Nach einem Aufbaustudium in England am „Institute for Town & Country Planning Kings College“ an der „Durham University“ war Düttmann als Architekt im Entwurfsamt in der Berliner Bauverwaltung tätig, um 1953 zum Regierungsbaurat berufen zu werden. 1960 wurde der freie Architekt Düttmann Senatsbaudirektor von West-Berlin, was einer Schlüsselstellung in der Stadtplanung gleichkam. Auch am Entwurf des Märkischen Viertels in Wittenau war Düttmann beteiligt. Nach einer Honorarprofessur wirkte Düttmann von 1966 bis 1970 als ordentlicher Professor an der TUB.
Seit 1961 gehörte Düttmann unter anderem der Akademie der Künste an, wo er ab 1967 Direktor für Baukunst und ab 1971 ihr Präsident war. Ab den späten 1960er-Jahren war Düttmann in seiner Eigenschaft als Stadtplaner maßgeblich an Flächensanierungsmaßnahmen in Kreuzberg beteiligt, der Bereich um das Kottbusser Tor ist noch heute von seiner Schaffenskraft geprägt.
Die Werner Düttann Siedlung
Kommen wir nun auf die Werner-Düttmann-Siedlung zu sprechen, die in Kreuzberg einen sozialen Brennpunkt darstellt. Der Anfang der 1980er-Jahre erbaute Komplex von Sozialbauwohnungen befindet sich zwischen Urban- und Graefestraße. Es handelt sich dabei um sechs vier- bis siebengeschossige Häuser mit insgesamt 40 Aufgängen. Das Land Berlin hatte die Gebäude dann auf der Grundlage einer Erbbaupacht an private Bieter verkauft, darunter an renditeorientierte Immobilienfonds, die von der „Immoba Liegenschaften GmbH“ verwaltet wurden.
Im Herbst 2021 wurden die 577 Wohnungen von der landeseigenen Wohnungsbaugesellschaft Berlin-Mitte mbH (WMB) aufgekauft. Erklärtes Ziel des Unternehmens ist hier die Sicherung bezahlbaren innerstädtischen Wohnraums, was ganz im Interesse des Berliner Senats läge, wie es der Bausenator Sebastian Scheel (Linke) bestätigte.
Die Finanzstaatssekretärin Vera Junker (SPD) vertritt das Land Berlin in der WBM und legt den strategischen Schwerpunkt etwas anders, indem sie auf die Notwendigkeit der Schaffung beziehungsweise des Erhalts „lebenswerter und sozial gemischter Kieze“ verweist. Doch oberste Priorität müsse aber der Neubau von Wohnungen sein, will man den Menschen bezahlbare Wohnungen in der Innenstadt zur Verfügung stellen. Ankäufe zu tätigen, wohlgemerkt unter dem Gebot der Wirtschaftlichkeit, sollte nur nachrangig betrieben werden.

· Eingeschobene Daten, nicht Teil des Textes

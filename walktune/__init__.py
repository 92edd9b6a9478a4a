"""walktune: tune random-walk Metropolis samplers from the geometry of the target.

Point it at a Python log-density; it runs short pilot chains, analyses the
geometry of the posterior, advises a proposal, proves the gain by fixed-proposal
re-runs, and exports the tuned proposal covariance. It also diagnoses chains
from any sampler.

Diagnostics can show that chains have not converged; they can never prove that
they have. A pilot can miss modes. Confirm results with independent runs.
"""

from . import diagnostics
from .checkpoint import Checkpoint, Interrupted
from .engine import Chains, sample
from .errors import SamplingError, TargetError, WalktuneError
from .inspection import InspectionResult, inspect
from .reparam import SamplingMap, load_sampling_map
from .tune import TuneResult, tune

__version__ = "0.1.0"

__all__ = [
    "Chains",
    "Checkpoint",
    "Interrupted",
    "InspectionResult",
    "SamplingMap",
    "SamplingError",
    "TargetError",
    "TuneResult",
    "WalktuneError",
    "diagnostics",
    "inspect",
    "load_sampling_map",
    "sample",
    "tune",
    "__version__",
]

Der Wohnraum kann Motor für Integration sein
In der Werner-Düttmann-Siedlung gibt es einen beispielhaften Nachbarschaftstreff, den „Dütti-Treff“. Die Mitwirkenden arbeiten hier nach dem Konzept der „aktivierenden interkulturellen Nachbarschaftsarbeit“, das alle Altersklassen mit jeglichem kulturellen Hintergrund zu verbinden sucht. Die Ziele sind im Einzelnen:
- Aktivierung der Nachbarschaft
- Verbesserung von Lebensqualität und nachbarschaftlichem Zusammenhalt
- Unterstützungen in besonderen Lebenssituationen
- Beförderung der Vernetzung der Bewohner, Freiberufler, Initiativen und Vereine innerhalb der Siedlung
- Vertretung der Interessen der Bewohner gegenüber regionalpolitischen Entscheidungsträgern
So ist der Dütti-Treff zugleich Informations-, Kommunikations- und Kulturzentrum, das zum Beispiel künstlerisch-kreative Angebote wie Musik und Theater oder gemeinsames Kochen, aber auch eine Nähwerkstatt bereitstellt.
Auch als Erstberatungsstelle bei Rechtsfragen und Schulden wird der Dütti-Treff von den Anwohnern gern in Anspruch genommen. Verschiedene Bildungsangebote und geschlossene Gruppen für Frauen, Mädchen oder Väter runden das Angebot ab. Als zentrale Werte werden hier ganz gezielt respektvoller Umgang, gegenseitige Akzeptanz und ein verantwortungsvolles Füreinander vermittelt.